Tropical rainforest destruction has caused not only drastic economic, social, and environmental changes in many countries in recent years, but has also exacted a heavy toll through an increase in infectious diseases such as malaria. The Center for Human Ecology, Environment and Infectious Disease (CHEEID) is charting the impact of social and economic factors and of environmental change, such as deforestation, on infectious diseases. This fundamental research will provide the basis for scientifically sound health and environmental policies.
Initial research activities have focused on the Amazon River Basin of Brazil and on three insect-transmitted diseases-malaria, leishmaniasis, and yellow fever.

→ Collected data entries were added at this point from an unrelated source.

import { describe, expect, it } from 'vitest'
import type { Area, Crs } from '@shared/api/sheets'
import { layOutSheet } from '@shared/sheets/sheet-layout'

const zone26: Crs = {
  srid: 32626,
  name: 'WGS 84 / UTM zone 26N',
  proj4: '+proj=utm +zone=26 +datum=WGS84 +units=m +no_defs',
}
const gannetHead: Area = { by: 'metres', west: 284_000, south: 5_278_000, east: 294_000, north: 5_289_000 }

const laidOut = (...input: Parameters<typeof layOutSheet>) => {
  const found = layOutSheet(...input)
  if (found.outcome === 'refused') throw new Error(found.reason)
  return found.layout
}

describe('layOutSheet', () => {
  it('proposes the smallest page that holds the face, and says so', () => {
    const layout = laidOut(gannetHead, zone26, 24_000, undefined)
    // 10 km and 11 km at 1:24 000 are 416.7 mm and 458.3 mm on paper.
    expect(layout.face.width).toBeCloseTo(10_000_000 / 24_000, 6)
    expect(layout.face.height).toBeCloseTo(11_000_000 / 24_000, 6)
    expect(layout.page).toEqual({ width: 841, height: 594 })
    expect(layout.reason).toMatch(/417 × 458 mm\. A1 landscape/)
  })

  it('gives the footprint where PROJ puts the corner', () => {
    // cs2cs EPSG:32626 → EPSG:4326, PROJ 9.1.1, of 284000 5278000: 47.61936627 -29.87464497.
    const [first] = laidOut(gannetHead, zone26, 24_000, undefined).footprint
    expect(first?.[0]).toBeCloseTo(-29.87464497, 7)
    expect(first?.[1]).toBeCloseTo(47.61936627, 7)
  })

  it('says which page would do where the chosen one does not', () => {
    const layout = laidOut(gannetHead, zone26, 24_000, { width: 594, height: 420 })
    expect(layout.fits).toBe(false)
    expect(layout.reason).toMatch(/does not fit this page\. A1 landscape does\./)
  })

  it('proposes no page for a face that none holds', () => {
    const layout = laidOut(gannetHead, zone26, 5_000, undefined)
    expect(layout).toMatchObject({
      page: undefined,
      fits: false,
      reason: expect.stringMatching(/larger than any/),
    })
  })

  it('refuses an area too small to be a map at its scale', () => {
    const tiny: Area = { ...gannetHead, east: 284_050 }
    expect(layOutSheet(tiny, zone26, 24_000, undefined)).toMatchObject({ outcome: 'refused', field: 'area' })
  })

  it('refuses an area that the projected system is not made for', () => {
    const far: Area = { by: 'degrees', west: 100, south: 10, east: 100.1, north: 10.1 }
    expect(layOutSheet(far, zone26, 24_000, undefined)).toMatchObject({
      outcome: 'refused',
      field: 'area',
      reason: expect.stringMatching(/central meridian/),
    })
  })

  it('says that a projection is not supported instead of failing', () => {
    const odd: Crs = { srid: 1, name: 'An odd grid', proj4: '+proj=nothing' }
    expect(layOutSheet(gannetHead, odd, 24_000, undefined)).toMatchObject({
      outcome: 'refused',
      field: 'srid',
    })
  })
})
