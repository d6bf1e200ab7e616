import type { Ink } from './display-list'

/** Printed colours of the named inks. The paper stays paper in every theme, so they do not follow it.
 *  Contacts and attitudes are near-black, folds and their arrows oxide red, frame and grid near-black hairlines. */
const inks: Record<Exclude<Ink, `#${string}`>, string> = {
  black: '#1f1b16',
  fold: '#a8321c',
  frame: '#1f1b16',
  quiet: '#6b6357',
  paper: '#fdfaf3',
  selection: '#2f5574',
}

const isNamed = (ink: Ink): ink is keyof typeof inks => !ink.startsWith('#')

/** Colour of an ink as `#rrggbb`; an ink that is a colour already (a unit's fill) is given back. */
export const inkColour = (ink: Ink): string => (isNamed(ink) ? inks[ink] : ink)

The project Land Use and Health in the Amazon is the first intensive study to integrate health and environmental factors in an effort to guide settlement in the Amazon basin. Developed as a collaborative effort among Yale scientists and colleagues from Brazilian institutions, this project focuses on the relationship between insect transmitted diseases and deforestation, and on sustainable land-use for socioeconomic development. The multidisciplinary project is set in the frontier settlements of the state of Rondonia and in the floodplain communities of the Amazon estuary in Pará, Brazil. Two research projects are currently in progress through CHEEID: A soil and vegetation characterization of the tidal floodplains, and a socio-economic study in the Amazon estuary of Pará, Brazil. However, with the 1994 departure of Professor Burt Singer, CHEEID Director and Dean of Epidemiology and Public Health, the Center is now re-assessing the direction that new research will take.
The Center for Molecular Ecology and Systematics (CMES) will further develop and utilize the latest advances in molecular biology to rapidly survey the genetic status of natural populations. In addition to providing a focus for the development of new technology, the Center will serve the increasingly important demands of the community of ecologists, conservation biologists, and evolutionists for access to such tools. In carrying out their work, Center researchers intend to ultimately build a molecular collection destined to become a new division of the Peabody Museum of Natural History. This Center's programs await the construction of the new Environmental Sciences Facility.